Mercury launches its first hybrid passenger car with the 2010 Milan Hybrid. Along with its sibling, the Ford Fusion Hybrid, the Milan Hybrid promises to be one of the most fuel-efficient midsize sedans available in the U.S.
The Milan Hybrid comes to market with technology designed to help drivers operate the car in a more efficient manner. Competitors include the Toyota Camry Hybrid and Chevrolet Malibu Hybrid.
The gas-only Milan, which was redesigned for 2010, is covered separately in the Cars.com Research section.
The new Milan Hybrid joins an updated version of the gas-only midsize sedan and features similar styling. It has a waterfall grille as well as a restyled hood, headlights and front bumper. Despite the numerous changes to the Milan's exterior, the relatively conservative design might get lost in the large crowd that is the midsize sedan segment.
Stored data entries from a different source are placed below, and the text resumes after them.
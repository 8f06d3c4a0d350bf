import type { EndFacts } from '../../../src/core';
import type { EndSignatureDto, RulingDto } from '../../../src/contract/judging';
import { endKeyOf } from '../../../src/contract/recordKeys';
import type { Db } from '../../db';
import {
  END_ENTRY_COLUMNS,
  SETTLEMENT_COLUMNS,
  decodeEndEntry,
  decodeSettlement,
  type EndEntryRow,
  type SettlementRow,
} from '../sync/fieldRows';
import { loadRulingsAndSignatures } from '../sync/judgingRows';

/**
 * Everything stored about one end: the writers' records, the settlement, the latest ruling (and
 * every ruling, oldest first, for the card's history), the current signature.
 */
export type StoredEnd = {
  first?: EndEntryRow | undefined;
  second?: EndEntryRow | undefined;
  settlement?: SettlementRow | undefined;
  ruling?: RulingDto | undefined;
  rulings?: RulingDto[] | undefined;
  signature?: EndSignatureDto | undefined;
  /** The judge who transcribed a writer's or the caller's record of it from a file no phone signed. */
  transcribedBy?: string;
};

export type EndRecords = {
  end(entryId: number, endIndex: number): StoredEnd;
  /** The end as core `endView` reads it (see endFactsOf). */
  facts(entryId: number, endIndex: number, options?: { signed?: boolean }): EndFacts;
};

const writer = (r: EndEntryRow | undefined) => r && { ...decodeEndEntry(r), revision: r.revision };

/**
 * A stored end as core `endView` reads it. With `signed: false` the signature is left out: what
 * the records alone decide (verification compares the two).
 */
export function endFactsOf(end: StoredEnd, options: { signed?: boolean } = {}): EndFacts {
  const s = end.settlement;
  return {
    first: writer(end.first),
    second: writer(end.second),
    settlement: s && decodeSettlement(s),
    ruling: end.ruling && { arrows: end.ruling.arrows },
    signedArrows: options.signed === false ? undefined : end.signature?.arrows,
  };
}

/** Names the judge on each end whose current records include a transcription (a few queries in all). */
async function labelTranscriptions(db: Db, ends: Iterable<StoredEnd>): Promise<void> {
  const byMutation = new Map<string, StoredEnd>();
  for (const end of ends)
    for (const r of [end.first, end.second, end.settlement]) if (r) byMutation.set(r.mutation_id, end);
  const ids = [...byMutation.keys()];
  for (let i = 0; i < ids.length; i += 500) {
    const rows = (await db('mutations as m')
      .join('users as u', 'u.id', 'm.transcribed_by')
      .whereIn('m.mutation_uuid', ids.slice(i, i + 500))
      .select('m.mutation_uuid', 'u.display_name')) as { mutation_uuid: string; display_name: string }[];
    for (const row of rows) byMutation.get(row.mutation_uuid)!.transcribedBy = row.display_name;
  }
}

/** Reads every stored end of some archers in a session, in four queries (and one per 500 records for transcriptions). */
export async function loadEndRecords(
  db: Db,
  sessionId: number,
  entryIds: readonly number[],
): Promise<EndRecords> {
  const ends = new Map<string, StoredEnd>();
  const at = (entryId: number, endIndex: number): StoredEnd => {
    const key = endKeyOf(sessionId, entryId, endIndex);
    let end = ends.get(key);
    if (!end) ends.set(key, (end = {}));
    return end;
  };
  const of = (table: string) => db(table).where({ session_id: sessionId }).whereIn('entry_id', entryIds);

  for (const r of (await of('end_entries').select(END_ENTRY_COLUMNS)) as EndEntryRow[])
    at(r.entry_id, r.end_index)[r.slot === 1 ? 'first' : 'second'] = r;
  for (const s of (await of('end_settlements').select(SETTLEMENT_COLUMNS)) as SettlementRow[])
    at(s.entry_id, s.end_index).settlement = s;
  const { rulings, signatures } = await loadRulingsAndSignatures(db, { sessionIds: [sessionId], entryIds });
  for (const { row, dto } of rulings) {
    const end = at(row.entry_id, row.end_index);
    end.ruling = dto;
    end.rulings = [...(end.rulings ?? []), dto];
  }
  for (const { row, dto } of signatures) at(row.entry_id, row.end_index).signature = dto;

  await labelTranscriptions(db, ends.values());

  return {
    end: (entryId, endIndex) => ends.get(endKeyOf(sessionId, entryId, endIndex)) ?? {},
    facts: (entryId, endIndex, options) =>
      endFactsOf(ends.get(endKeyOf(sessionId, entryId, endIndex)) ?? {}, options),
  };
}
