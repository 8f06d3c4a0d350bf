import { useCallback, useState } from 'react';
import { messageOf } from '../api/request';

/**
 * Runs an action that records changes on this phone (settle, sign). Such screens show only what is
 * stored, so a failure would otherwise look like a tap that did nothing: it is kept as a message.
 */
export function useLocalSave(): { save: (action: () => Promise<unknown>) => void; problem?: string } {
  const [problem, setProblem] = useState<string>();
  const save = useCallback((action: () => Promise<unknown>) => {
    setProblem(undefined);
    action().catch((error: unknown) =>
      setProblem(`This was not saved on this phone (${messageOf(error)}). Try again.`),
    );
  }, []);
  return { save, problem };
}
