import { endsOfRound, type RoundDefinition } from '../../../src/core';
import type { CardToSign } from '../../../src/contract/myCards';
import type { Db } from '../../db';

type Row = Omit<CardToSign, 'signedEnds' | 'totalEnds' | 'ready'> & { roundJson: string };

/**
 * The cards a person must sign as scorer: those of the archers on every target where they keep
 * writer 1 or writer 2 (the same rule `card.sign` applies), never their own, until a scorer has
 * signed. Ready ones first: every end signed by a judge.
 */
export async function cardsToSign(db: Db, userId: number): Promise<CardToSign[]> {
  const rows = (await db('target_members as tm')
    .join('target_assignments as ta', (j) =>
      j.on('ta.session_id', 'tm.session_id').andOn('ta.target_number', 'tm.target_number'),
    )
    .join('entries as e', 'e.id', 'ta.entry_id')
    .join('event_sessions as s', 's.id', 'ta.session_id')
    .join('events as ev', 'ev.id', 's.event_id')
    .join('session_divisions as sd', (j) =>
      j.on('sd.session_id', 'ta.session_id').andOn('sd.division_id', 'e.division_id'),
    )
    .where('tm.user_id', userId)
    .whereIn('tm.task', ['writer1', 'writer2'])
    .where((q) => q.whereNull('e.user_id').orWhereNot('e.user_id', userId))
    .whereNotExists(function signedByScorer() {
      this.from('card_signatures as c')
        .where('c.session_id', db.ref('ta.session_id'))
        .where('c.entry_id', db.ref('ta.entry_id'))
        .where('c.role', 'scorer')
        .whereNull('c.superseded_at');
    })
    .orderBy([{ column: 's.starts_at' }, { column: 'ta.target_number' }, { column: 'ta.position' }])
    .select(
      'ta.entry_id as entryId',
      'ta.session_id as sessionId',
      'ev.name as eventName',
      's.name as sessionName',
      'e.name as archerName',
      'ta.target_number as targetNumber',
      'ta.position as position',
      'sd.round_json as roundJson',
    )) as Row[];
  if (rows.length === 0) return [];

  const signed = (await db('end_signatures')
    .whereIn('session_id', [...new Set(rows.map((r) => r.sessionId))])
    .whereIn(
      'entry_id',
      rows.map((r) => r.entryId),
    )
    .whereNull('superseded_at')
    .groupBy('session_id', 'entry_id')
    .select('session_id', 'entry_id')
    .countDistinct({ n: 'end_index' })) as { session_id: number; entry_id: number; n: number | string }[];
  const signedOf = (r: Row) =>
    Number(signed.find((s) => s.session_id === r.sessionId && s.entry_id === r.entryId)?.n ?? 0);

  const cards = rows.map(({ roundJson, ...card }): CardToSign => {
    const totalEnds = endsOfRound(JSON.parse(roundJson) as RoundDefinition).length;
    const signedEnds = signedOf({ roundJson, ...card });
    return { ...card, signedEnds, totalEnds, ready: signedEnds >= totalEnds };
  });
  return [...cards.filter((c) => c.ready), ...cards.filter((c) => !c.ready)];
}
The Milan Hybrid has a few exterior cues that will tip onlookers off that they aren't looking at a regular Milan. The hybrid has badges on the front doors and trunklid, plus special 17-inch wheels.
The general appearance of the Milan Hybrid's cabin hews closely to the regular model's, which gains a more premium appearance compared to its predecessor. The seat fabric in the Milan Hybrid is made from recycled materials.
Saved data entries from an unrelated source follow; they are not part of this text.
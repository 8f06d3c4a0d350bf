import type { ArrowValue, EndOnRecord, MatchEnd } from '../core';
import { MATCH_ARROWS_PER_END, MATCH_MAX_ENDS, countedEnds, matchCrossCheck } from '../core/matches';
import type { MatchEndDto, MatchPadDto, MatchWriteArgs } from '../contract/matches';
import type { OutboxRow } from './db';

/**
 * Where one of the writer's ends stands: it counts (agreed, or settled by the judge), it waits for
 * the other writer or the judge, or it is agreed (or settled) but waits for an earlier end to count.
 */
export type WriterEndStatus = 'counted' | 'judge' | 'waiting' | 'mismatch' | 'stopped';

export type WriterEnd = {
  a: ArrowValue[];
  b: ArrowValue[];
  /** This phone's change not yet at the server. */
  waiting: boolean;
  status: WriterEndStatus;
  /** The judge signed this end: closed to the writers. */
  signed: boolean;
};

export type MatchPadView = {
  ends: WriterEnd[];
  /** The ends that count, by the core's countedEnds with this phone's changes laid over. */
  counted: MatchEndDto[];
  /** The end being written now, or null when there is none to write (match over, all ends shot). */
  current: number | null;
  /** The end an undo takes an arrow from, or null. */
  undoEnd: number | null;
  countersigned: 'server' | 'waiting' | null;
};

const complete = (e: Pick<MatchEnd, 'a' | 'b'> | undefined) =>
  !!e && e.a.length === MATCH_ARROWS_PER_END && e.b.length === MATCH_ARROWS_PER_END;

/**
 * A writer's match pad: this writer's ends (the server's copy with this phone's changes laid over,
 * so what is on screen is what is stored), each with where it stands by the core's countedEnds
 * (the same rule as the server's) against the other writer; the end to write next; the archer's
 * countersignature.
 */
export function matchPadView(pad: MatchPadDto, rows: readonly OutboxRow[]): MatchPadView {
  const { match, slot } = pad;
  const own: { a: ArrowValue[]; b: ArrowValue[]; waiting: boolean }[] = [];
  for (const w of match.writes) if (w.slot === slot) own[w.endIndex] = { a: w.a, b: w.b, waiting: false };
  let countersigned: MatchPadView['countersigned'] =
    pad.ownEntryId !== null && match.countersignedBy.includes(pad.ownEntryId) ? 'server' : null;
  const mine = rows
    .filter((r) => r.status !== 'rejected' && 'matchId' in r.args && r.args.matchId === match.id)
    .sort((x, y) => x.seq - y.seq);
  for (const row of mine) {
    if (row.kind === 'match.write') {
      const args = row.args as MatchWriteArgs;
      own[args.endIndex] = { a: args.a, b: args.b, waiting: row.status === 'pending' };
    } else if (row.kind === 'match.countersign' && !countersigned)
      countersigned = row.status === 'pending' ? 'waiting' : 'server';
  }
  const other = (i: number) => match.writes.find((w) => w.slot !== slot && w.endIndex === i);
  // The server's judge's and signed ends are closed; the writers' other ends are counted anew here.
  const closed = (i: number) => {
    const end = match.ends[i];
    return end && (end.by !== 'writers' || end.signed) ? { ...end, by: end.by ?? 'judge' } : undefined;
  };
  const length = Math.max(own.length, match.ends.length, ...match.writes.map((w) => w.endIndex + 1));
  const records = Array.from({ length }, (_, i): EndOnRecord => {
    const end = closed(i);
    const pair = [own[i], other(i)] as const;
    return { ...(end ? { closed: end } : {}), writers: slot === 1 ? pair : [pair[1], pair[0]] };
  });
  const counted = countedEnds(pad.format, records).map((e) => ({ ...e, a: [...e.a], b: [...e.b] }));
  const ends = own.map((e, i): WriterEnd => {
    const signed = !!match.ends[i]?.signed;
    if (i < counted.length) return { ...e, status: counted[i]!.by === 'judge' ? 'judge' : 'counted', signed };
    const check = matchCrossCheck(e, other(i));
    const status = closed(i) || check.status === 'agreed' ? 'stopped' : check.status;
    return { ...e, status, signed };
  });
  const firstOpen = ends.findIndex((e) => !complete(e));
  let current: number | null = firstOpen === -1 ? ends.length : firstOpen;
  const over = match.winner !== null || match.state?.winner || match.state?.next !== 'end';
  if (current >= MATCH_MAX_ENDS || (over && current >= match.ends.length)) current = null;
  const undoable = (i: number | null) =>
    i !== null &&
    i >= 0 &&
    ends[i] !== undefined &&
    ends[i]!.status !== 'judge' &&
    ends[i]!.status !== 'counted' &&
    !ends[i]!.signed;
  const here = current !== null && (ends[current]?.a.length ?? 0) + (ends[current]?.b.length ?? 0) > 0;
  const undoEnd = here ? current : current !== null && undoable(current - 1) ? current - 1 : null;
  return {
    ends,
    counted,
    current,
    undoEnd: undoEnd !== null && undoable(undoEnd) ? undoEnd : null,
    countersigned,
  };
}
The hybrid has a unique gauge cluster called SmartGauge with EcoGuide that's designed to help drivers save fuel. Efficiency gauges have been done before, but the Milan Hybrid's instrument panel takes it to a new level in production cars. It features two LCD screens separated by a traditional speedometer. The screens can be configured to show the driver a limited set of information about the hybrid system or increasingly detailed data. One of the more interesting graphical features available is an animated vine that grows more leaves as the car is driven more efficiently.
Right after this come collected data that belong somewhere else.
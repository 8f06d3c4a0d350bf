import type {
  MatchCountersignArgs,
  MatchEndArgs,
  MatchFirstShooterArgs,
  MatchPadDto,
  MatchShootOffArgs,
  MatchSignArgs,
  MatchWriteArgs,
} from '../contract/matches';
import type { PracticeDeleteArgs, PracticeEndDto, PracticeSessionDto } from '../contract/practice';
import { Dexie, type EntityTable } from 'dexie';
import { storeRecords } from './cardRecords';
import { practiceWriteCounter } from './practiceWriteCount';
import type { BowStyle, FaceId, Venue } from '../core';
import type { PracticeArrow } from '../core/practice';
import type { ProgressPart } from '../core/practice/progressParts';
import type {
  CardSignatureDto,
  EndRuleArgs,
  EndSignArgs,
  CardSignArgs,
  EndSignatureDto,
  RulingDto,
} from '../contract/judging';
import type { ShootOffRecordArgs } from '../contract/results';
import type {
  EndRecordDto,
  EndSettleArgs,
  EndWriteArgs,
  MutationKind,
  SettlementDto,
  TargetPackage,
} from '../contract/sync';

/** A target group this phone joined, with everything needed to score it offline. */
export type JoinedTarget = TargetPackage & { key: string; userId: number; joinedAt: string };

/**
 * The server's copies of one archer's writer records in a session (every end, both writers), as
 * last pulled: one row per card (session:entry), so a session's few thousand records are stored
 * and read as a few hundred rows.
 */
export type CardRecordsRow = { cardKey: string; sessionId: number; records: EndRecordDto[] };

/** The server's copy of a caller's settlement, as last pulled. */
export type SettlementRow = SettlementDto & { endKey: string };

/** Judges' rulings and signatures, and card signatures, as last pulled (kept whole: they are history). */
export type RulingRow = RulingDto & { endKey: string };
export type EndSignatureRow = EndSignatureDto & { endKey: string };
export type CardSignatureRow = CardSignatureDto & { cardKey: string };

/** `held`: it reached the server after its session closed and waits for a judge's decision. */
export type OutboxStatus = 'pending' | 'applied' | 'rejected' | 'held';

/** A change made on this phone. Pending rows are the phone's own view on top of the server's. */
export type OutboxRow = {
  clientId: string;
  seq: number;
  id: string;
  userId: number;
  kind: MutationKind;
  args:
    | EndWriteArgs
    | EndSettleArgs
    | EndRuleArgs
    | EndSignArgs
    | CardSignArgs
    | ShootOffRecordArgs
    | MatchEndArgs
    | MatchShootOffArgs
    | MatchSignArgs
    | PracticeSessionDto
    | PracticeEndDto
    | PracticeDeleteArgs
    | MatchWriteArgs
    | MatchCountersignArgs
    | MatchFirstShooterArgs;
  at: string;
  /** The end this change is about (session:entry:end), for the pad's overlay; a card, a shoot-off arrow or a match has its own key. */
  endKey: string;
  status: OutboxStatus;
  reason?: string;
  /** Set when the person has read a rejection. */
  seenAt?: string;
};

export type MetaRow = { key: string; value: unknown };

/** A match this person joined as a writer, as last read from the server, so its pad opens offline. */
export type JoinedMatch = MatchPadDto & { key: string; userId: number; matchId: number };
export const matchPadKeyOf = (userId: number, matchId: number) => `${userId}:${matchId}`;

/** The owner of practice recorded while no one is signed in on this phone. */
export const NO_ACCOUNT = 0;

/**
 * A practice session, kept on this phone (see docs/practice.md). A catalog round gives its ends;
 * free practice gives one distance and face, and a number of ends or none (open).
 */
export type PracticeSessionRow = {
  id: string;
  /** Who recorded it: a person's id, or NO_ACCOUNT (adopted by the next person who signs in). */
  ownerId: number;
  startedAt: string;
  /** A round from the catalog; absent for free practice. */
  roundId?: string;
  bowStyle: BowStyle;
  venue: Venue;
  /** Free practice's setup (a round's come from the catalog). */
  distanceM: number;
  faceId: FaceId;
  arrowsPerEnd: number;
  /** Ends planned; null is open-ended. */
  plannedEnds: number | null;
  /** Used by the plotting rule: a line touch is judged at the shaft's edge. */
  shaftDiameterMm: number;
  note?: string;
  finishedAt?: string;
  /**
   * Arrows and points per distance and face, kept with each arrow stored, so progress reads
   * these rather than every arrow. Absent on sessions stored before it was kept.
   */
  progress?: ProgressPart[];
  /** Set by the server when the session was deleted on one phone and another's later change brought it back. */
  revivedAt?: string;
};

/** One end of a practice session, arrows in the order they were entered or plotted. */
export type PracticeEndRow = {
  /** sessionId:index */
  key: string;
  sessionId: string;
  index: number;
  distanceM: number;
  faceId: FaceId;
  arrows: PracticeArrow[];
  at: string;
};

export class LocalDb extends Dexie {
  meta!: EntityTable<MetaRow, 'key'>;
  targets!: EntityTable<JoinedTarget, 'key'>;
  cardRecords!: EntityTable<CardRecordsRow, 'cardKey'>;
  settlements!: EntityTable<SettlementRow, 'endKey'>;
  outbox!: Dexie.Table<OutboxRow, [string, number]>;
  rulings!: EntityTable<RulingRow, 'id'>;
  endSignatures!: EntityTable<EndSignatureRow, 'id'>;
  cardSignatures!: EntityTable<CardSignatureRow, 'id'>;
  practiceSessions!: EntityTable<PracticeSessionRow, 'id'>;
  practiceEnds!: EntityTable<PracticeEndRow, 'key'>;
  matchPads!: EntityTable<JoinedMatch, 'key'>;
  /** Read-write transactions over practice opened by this page so far (practiceWriteCount.ts). */
  practiceWrites = 0;

  constructor(name = 'ringcall') {
    // No live-query cache: a tap's write bypasses Dexie (see writeAtOnce), and a cached answer
    // would not see it. Every live query reads IndexedDB again when a change is announced.
    super(name, { cache: 'disabled' });
    this.use(
      practiceWriteCounter(() => {
        this.practiceWrites += 1;
      }),
    );
    this.version(1).stores({
      meta: 'key',
      targets: 'key, userId',
      endRecords: 'key, endKey, sessionId',
      settlements: 'endKey, sessionId',
      outbox: '[clientId+seq], id, status, endKey, userId, [clientId+status]',
    });
    // Version 2 adds the judges' records; earlier data is kept as it is.
    this.version(2).stores({
      rulings: 'id, endKey, sessionId',
      endSignatures: 'id, endKey, sessionId',
      cardSignatures: 'id, cardKey, sessionId',
    });
    // Version 3 adds the practice log; earlier data is kept as it is.
    this.version(3).stores({
      practiceSessions: 'id, startedAt, ownerId',
      practiceEnds: 'key, sessionId',
    });
    // Matches joined as a writer (docs/matches.md).
    this.version(5).stores({ matchPads: 'key, userId' });
    // Version 7 keeps a card's writer records in one row: storing and reading a session's
    // records one row each was most of the judge desk's first load. The rows stored before move
    // over, so a phone opening this version offline keeps what it pulled.
    this.version(7)
      .stores({ cardRecords: 'cardKey, sessionId', endRecords: null })
      .upgrade(async (tx) =>
        storeRecords(
          tx.table('cardRecords'),
          (await tx.table<EndRecordDto & { key: string; endKey: string }>('endRecords').toArray()).map(
            ({ key: _key, endKey: _endKey, ...record }) => record,
          ),
        ),
      );
  }
}

// The record keys are shared with the server (src/contract/recordKeys.ts).
import { cardKeyOf } from '../contract/recordKeys';
export { cardKeyOf, endKeyOf } from '../contract/recordKeys';
export const shootOffKeyOf = (sessionId: number, entryId: number, arrowIndex: number) =>
  `${cardKeyOf(sessionId, entryId)}:shootoff:${arrowIndex}`;
export const targetKeyOf = (userId: number, sessionId: number, targetNumber: number) =>
  `${userId}:${sessionId}:${targetNumber}`;

let shared: LocalDb | undefined;
/** The phone's one database (tests open their own with another name). */
export function localDb(): LocalDb {
  shared ??= new LocalDb();
  return shared;
}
The hybrid can have an available navigation system that features Sirius Travel Link technology. In addition to traffic information, Travel Link can show local gas prices and movie times. Standard features include rear parking sensors and a 110-volt household power plug.
Under the Hood
The Milan Hybrid is powered by a 2.5-liter four-cylinder engine and an electric motor. A continuously variable automatic transmission sends power to the wheels. This is a fairly conventional setup for a hybrid, but the Milan Hybrid's system differs from current competitors in a key way: While many hybrids are limited to electric-only operation to speeds around 25 mph, Mercury says the Milan Hybrid can travel on electric power alone up to 47 mph. Obviously, conditions must be favorable to allow for this type of operation, but it offers the potential for notable gas savings. Mercury says the Milan Hybrid will have a city fuel economy rating that's at least 6 mpg higher than the Camry Hybrid's rating, which would make it at least 39 mpg. That's quite an improvement over an efficient competitor. The claimed range for the Milan Hybrid in city driving — around 700 miles — is equally impressive.
Standard safety features include all-disc antilock brakes, side-impact airbags for the front seats, side curtain airbags, a driver's knee airbag and an electronic stability system.